Aldridge is a publicly-traded junior exploration company focussed on advancing its flagship Yenipazar polymetallic VMS deposit (Au, Ag, Cu, Pb, Zn) in Turkey with a feasibility study, which is building on its December 2010 Technical Report and Preliminary Economic Assessment. The feasibility study is expected to be completed by the end of 2012. The Yenipazar deposit is subject to an earn-in agreement with Alacer Gold Corp., wherein Aldridge can earn a 100% working interest subject to certain conditions, subject to a 6% net profit interest ("NPI", revenues less operational costs) until revenues of US$165 million are generated, and a 10% NPI from there on.
Aldridge also holds a 338 square kilometre exploration license in Papua New Guinea known as Kili Teke. The license area is prospective for gold, silver and copper.
About ANT Holding Anonim Şti
ANT was founded by Ahmet Taçyildiz in 2005 and is one of the leading companies in Turkey. The ANT group of companies currently operate in Finance, Energy, Services and, Commodities and International Trading. The company has a strategic focus on growth and expansion in the coming years.

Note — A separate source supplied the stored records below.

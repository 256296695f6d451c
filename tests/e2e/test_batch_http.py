"""A full-size batch over real HTTP: 100,000 LED-string rows complete and match the single-row endpoint."""

from __future__ import annotations

from typing import Any

import numpy as np

from calcsvc.client import Client

pytest_plugins = ("live_server",)
ROWS = 100_000


def test_hundred_thousand_rows_match_single_requests(live_url: str, seeded: Any) -> None:
    rng = np.random.default_rng(11)
    supply = rng.uniform(8.0, 24.0, ROWS)
    current = rng.uniform(0.004, 0.025, ROWS)
    rows = [
        {"led": "led-red-5mm", "leds_in_series": 3, "supply_v": float(v), "current_a": float(i)}
        for v, i in zip(supply, current, strict=True)
    ]
    with Client(live_url, timeout=120) as client:
        answer = client.batch("led-string", rows)
        assert answer["count"] == answer["ok_count"] == ROWS
        for index in rng.choice(ROWS, 25, replace=False).tolist():
            single = client.led_string(**rows[index])
            assert answer["rows"][index]["row"] == index
            assert answer["rows"][index]["results"] == single["results"]
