"""The Python client over real HTTP: a threaded server on loopback serving the test app (both stores), and tiny
stub servers for the retry rules."""

from __future__ import annotations

import csv
import io
import json
import socket
import threading
from collections.abc import Callable, Iterator
from contextlib import contextmanager
from http.server import BaseHTTPRequestHandler, ThreadingHTTPServer
from pathlib import Path
from typing import Any

import pytest

from calcsvc import client as client_module
from calcsvc.client import CalcsvcConnectionError, CalcsvcError, Client

pytest_plugins = ("live_server",)

LED = {
    "color": "amber",
    "vf_typ_v": 2.1,
    "vf_min_v": "1.9 V",
    "vf_max_v": 2.5,
    "if_test_a": "20 mA",
    "if_max_a": 0.03,
}


ROLES = {"supply", "led", "transistor", "driver", "opamp"}


@pytest.fixture
def calc_client(live_url: str, seeded: Any) -> Iterator[Client]:
    with Client(live_url) as client:
        yield client


@pytest.fixture
def sleeps(monkeypatch: pytest.MonkeyPatch) -> list[float]:
    """The client's backoff delays, recorded instead of slept."""
    delays: list[float] = []
    monkeypatch.setattr(client_module.time, "sleep", delays.append)
    return delays


# --- calculations against the seeded parts --------------------------------------------------------------------


@pytest.mark.parametrize(
    ("method", "inputs", "result", "expected"),
    [
        # 12 V - 3 x 2.1 V = 5.7 V across the resistor; 5.7 V / 20 mA = 285 ohm, up to the E24 300 ohm (arithmetic).
        (
            "led_string",
            {"supply": "supply-adapter-12v-2a", "led": "led-red-5mm", "leds_in_series": 3, "current_a": "20 mA"},
            "resistor_ohm",
            300.0,
        ),
        # Ib = 60 mA / (the part's Vce(sat) test ratio 10 / 1.05 for a +5 % E24 resistor) = 6.3 mA.
        (
            "bjt_switch",
            {"transistor": "npn-small-signal", "driver": "driver-mcu-3v3", "collector_current_a": "60 mA"},
            "base_current_required_a",
            0.0063,
        ),
        # Single pole: bandwidth = GBW/NG + GBW/A0 = 1.2 MHz/10 + 1.2 MHz/150 000 (Sedra & Smith, Microelectronic
        # Circuits, 7th ed., §2.7.3, from memory).
        ("closed_loop_bandwidth", {"opamp": "opamp-general-1mhz", "gain": 10}, "bandwidth_hz", 120_008.0),
        # Required slew rate of a sine: 2 pi f A = 2 pi x 20 kHz x 5 V (from memory).
        (
            "slew_limit",
            {"opamp": "opamp-general-1mhz", "frequency_hz": "20 kHz", "amplitude_v": 5},
            "required_slew_rate_v_per_s",
            628_318.53,
        ),
        # Six 60 mA loads at 50 % duty: 6 x 60 mA x 0.5 = 180 mA average (arithmetic).
        (
            "duty_cycle_power",
            {"supply": "supply-battery-9v-6aa", "loads": [{"peak_current_a": 0.06, "duty_cycle": 0.5, "count": 6}]},
            "average_current_a",
            0.18,
        ),
    ],
)
def test_each_calculation_method(
    calc_client: Client, method: str, inputs: dict[str, Any], result: str, expected: float
) -> None:
    envelope = getattr(calc_client, method)(**inputs)
    assert envelope["results"][result] == pytest.approx(expected, rel=1e-4)
    assert envelope["calculation"] == method.replace("_", "-")
    referenced = {value for name, value in inputs.items() if name in ROLES}
    assert {p["part_id"] for p in envelope["parts"]} == referenced
    assert all(p["revision"] == 1 and p["status"] == "approved" for p in envelope["parts"])
    assert len(envelope["fingerprint"]) == 64
    assert envelope == calc_client.calc(method.replace("_", "-"), **inputs)  # pure: same inputs, same answer


def test_a_failing_check_is_an_answer_not_an_error(calc_client: Client) -> None:
    envelope = calc_client.slew_limit(opamp="opamp-general-1mhz", frequency_hz=20_000, amplitude_v=5, supply_v=24)
    checks = {c["name"]: c["ok"] for c in envelope["checks"]}
    # 628 kV/s needed against 0.6 V/µs; 24 V is inside the op-amp's 6-30 V.
    assert checks == {"slew_rate": False, "output_swing": True, "opamp_supply_min": True, "opamp_supply_max": True}


# --- parts -----------------------------------------------------------------------------------------------------


def test_parts_round_trip(live_url: str, tokens: dict[str, str]) -> None:
    with Client(live_url, tokens["edna"]) as edna, Client(live_url, tokens["rita"]) as rita:
        created, etag = edna.create_part("led-amber-3mm", "led", LED, "Amber indicator LED, 3 mm")
        assert (created["revision"], created["status"], created["parameters"]["if_test_a"]) == (1, "draft", 0.02)
        part, read_etag = edna.get_part("led-amber-3mm")
        assert read_etag == etag and part == created
        updated, new_etag = edna.update_part("led-amber-3mm", {**part["parameters"], "if_max_a": "25 mA"}, read_etag)
        assert (updated["revision"], updated["parameters"]["if_max_a"]) == (2, 0.025)
        assert updated["description"] == "Amber indicator LED, 3 mm"  # None keeps it
        assert new_etag != read_etag
        with pytest.raises(CalcsvcError) as stale:
            rita.approve_part("led-amber-3mm", read_etag)  # revision 1 is not what would be approved
        assert stale.value.status == 412
        approved, approved_etag = rita.approve_part("led-amber-3mm", new_etag)
        assert (approved["status"], approved["approved_by"]) == ("approved", "rita")
        history = edna.revisions("led-amber-3mm")
        assert [(r["revision"], r["author"], r["approved_by"]) for r in history] == [
            (1, "edna", None),
            (2, "edna", "rita"),
        ]
        assert [r["parameters"]["if_max_a"] for r in history] == [0.03, 0.025]
        retired, retired_etag = edna.retire_part("led-amber-3mm", approved_etag, reason="replaced")
        assert retired["status"] == "retired"
        assert [(e["action"], e["reason"]) for e in edna.revisions("led-amber-3mm")[-1]["events"]][-1] == (
            "retired",
            "replaced",
        )
        restored, restored_etag = edna.restore_part("led-amber-3mm", retired_etag, reason="back in stock")
        assert (restored["revision"], restored["status"], restored_etag) == (3, "draft", '"led-amber-3mm-r3"')
        assert rita.approve_part("led-amber-3mm", restored_etag)[0]["status"] == "approved"


def test_reviewer_cannot_approve_own_revision(live_url: str, tokens: dict[str, str]) -> None:
    with Client(live_url, tokens["rita"]) as rita:
        _, etag = rita.create_part("led-amber-3mm", "led", LED)
        with pytest.raises(CalcsvcError) as caught:
            rita.approve_part("led-amber-3mm", etag)
    assert caught.value.status == 403
    assert "revision" in caught.value.errors


def test_stale_etag_is_refused_and_the_part_is_unchanged(live_url: str, tokens: dict[str, str]) -> None:
    with Client(live_url, tokens["edna"]) as edna:
        _, etag = edna.create_part("led-amber-3mm", "led", LED)
        edna.update_part("led-amber-3mm", {**LED, "if_max_a": 0.025}, etag)
        with pytest.raises(CalcsvcError) as caught:
            edna.update_part("led-amber-3mm", {**LED, "if_max_a": 0.02}, etag, "overwrite")
        stored, _ = edna.get_part("led-amber-3mm")
    assert caught.value.status == 412
    assert caught.value.type == "urn:calcsvc:problem:stale-revision"
    assert caught.value.instance == "/v1/parts/led-amber-3mm"
    assert (stored["revision"], stored["parameters"]["if_max_a"], stored["description"]) == (2, 0.025, "")


def test_validation_errors_name_the_field(live_url: str, tokens: dict[str, str], seeded: Any) -> None:
    with Client(live_url, tokens["edna"]) as edna:
        with pytest.raises(CalcsvcError) as wrong_unit:
            edna.create_part("led-amber-3mm", "led", {**LED, "if_max_a": "30 mV"})
        with pytest.raises(CalcsvcError) as bad_input:
            edna.led_string(supply="supply-adapter-12v-2a", led="led-red-5mm", leds_in_series="x", current_a=0.02)
        with pytest.raises(CalcsvcError) as unknown_part:
            edna.led_string(supply="no-such-supply", led="led-red-5mm", leds_in_series=3, current_a=0.02)
        assert [p["part_id"] for p in edna.list_parts(kind="led")].count("led-amber-3mm") == 0
    assert wrong_unit.value.status == 422
    assert "dimension" in wrong_unit.value.errors["parameters.if_max_a"][0]
    assert (bad_input.value.status, list(bad_input.value.errors)) == (422, ["leds_in_series"])
    assert (unknown_part.value.status, list(unknown_part.value.errors)) == (404, ["supply"])
    assert "leds_in_series" in bad_input.value.describe()
    # The message itself says what is wrong with each field, not only which fields.
    reason = bad_input.value.errors["leds_in_series"][0]
    assert str(bad_input.value).endswith(f"(leds_in_series: {reason})")


def test_writes_need_a_token(live_url: str) -> None:
    with Client(live_url) as anonymous, pytest.raises(CalcsvcError) as caught:
        anonymous.create_part("led-amber-3mm", "led", LED)
    assert caught.value.status == 401


def test_list_parts_follows_pages(live_url: str, seeded: Any, monkeypatch: pytest.MonkeyPatch) -> None:
    with Client(live_url) as client:
        whole = client.list_parts()
        monkeypatch.setattr(client_module, "PAGE_SIZE", 4)
        paged = client.list_parts()
        leds = client.list_parts(kind="led", status="approved")
    assert len(whole) >= 20
    assert paged == whole
    assert [p["part_id"] for p in whole] == sorted(p["part_id"] for p in whole)
    assert {p["kind"] for p in leds} == {"led"} and len(leds) == 6


# --- batch (POST /v1/batch/<name>, written against its contract) ----------------------------------------------

ROWS = [
    {"supply": "supply-adapter-12v-2a", "led": "led-red-5mm", "leds_in_series": 3, "current_a": "20 mA"},
    {"supply": "supply-adapter-12v-2a", "led": "led-red-5mm", "leds_in_series": 3, "current_a": "20 V"},
]


def test_batch_of_dicts(calc_client: Client) -> None:
    answer = calc_client.batch("led-string", ROWS)
    assert (answer["calculation"], answer["count"], answer["ok_count"]) == ("led-string", 2, 1)
    good, bad = answer["rows"]
    assert (good["row"], good["ok"], good["results"]["resistor_ohm"]) == (0, True, 300.0)  # as the single call
    assert {"checks", "warnings", "cautions"} <= good.keys()
    assert (bad["row"], bad["ok"]) == (1, False)
    assert "current_a" in bad["problem"]["errors"]


def test_batch_from_a_csv_file(calc_client: Client, tmp_path: Path) -> None:
    path = tmp_path / "rows.csv"
    path.write_text("supply,led,leds_in_series,current_a\nsupply-adapter-12v-2a,led-red-5mm,3,20 mA\n")
    answer = calc_client.batch("led-string", path)
    assert answer["ok_count"] == 1 and answer["rows"][0]["results"]["resistor_ohm"] == 300.0
    text = calc_client.batch("led-string", str(path), accept="csv")
    header, line = csv.reader(io.StringIO(text))  # the cautions cell holds commas, so it is quoted
    assert header[:3] == ["row", "computed", "passes"] and "resistor_ohm" in header
    assert dict(zip(header, line, strict=True))["resistor_ohm"] == "300.0"


# --- retries and transport errors, against stub servers --------------------------------------------------------

Answer = tuple[int, str, bytes]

Caution Regarding Forward-Looking Information
This news release includes certain forward-looking statements within the meaning of Canadian securities laws. Forward-looking statements involve risks, uncertainties and other factors that could cause actual results, performance, prospects and opportunities to differ materially from those expressed in such forward-looking statements. Forward-looking statements in this news release, include, but are not limited to, the fact that completion of the Private Placement is subject to a number of customary closing conditions, including receipt of the approval of Aldridge's shareholders and approval of the Exchange, economic performance, future plans and objectives of the Company and the other factors discussed under the heading "Risk Factors" in the Company's Management's Discussion and Analysis for the year ended November 30, 2011 and in other continuous disclosure filings made by the Company with Canadian securities regulatory authorities and available at www.sedar.com. Any number of important factors could cause actual results to differ materially from these forward-looking statements as well as future results. Although Aldridge believes that the assumptions and factors used in making the forward-looking statements are reasonable, undue reliance should not be placed on these statements, which only apply as of the date of this new release, and no assurance can be given that such events will occur in the disclosed timeframes or at all. Aldridge disclaims any intention or obligation to update or revise any forward-looking statement, whether as a result of new information, future events or otherwise.
Neither the TSX Venture Exchange nor its Regulation Services Provider (as that term is defined in the policies of the TSX Venture Exchange) accepts responsibility for the adequacy or accuracy of this release.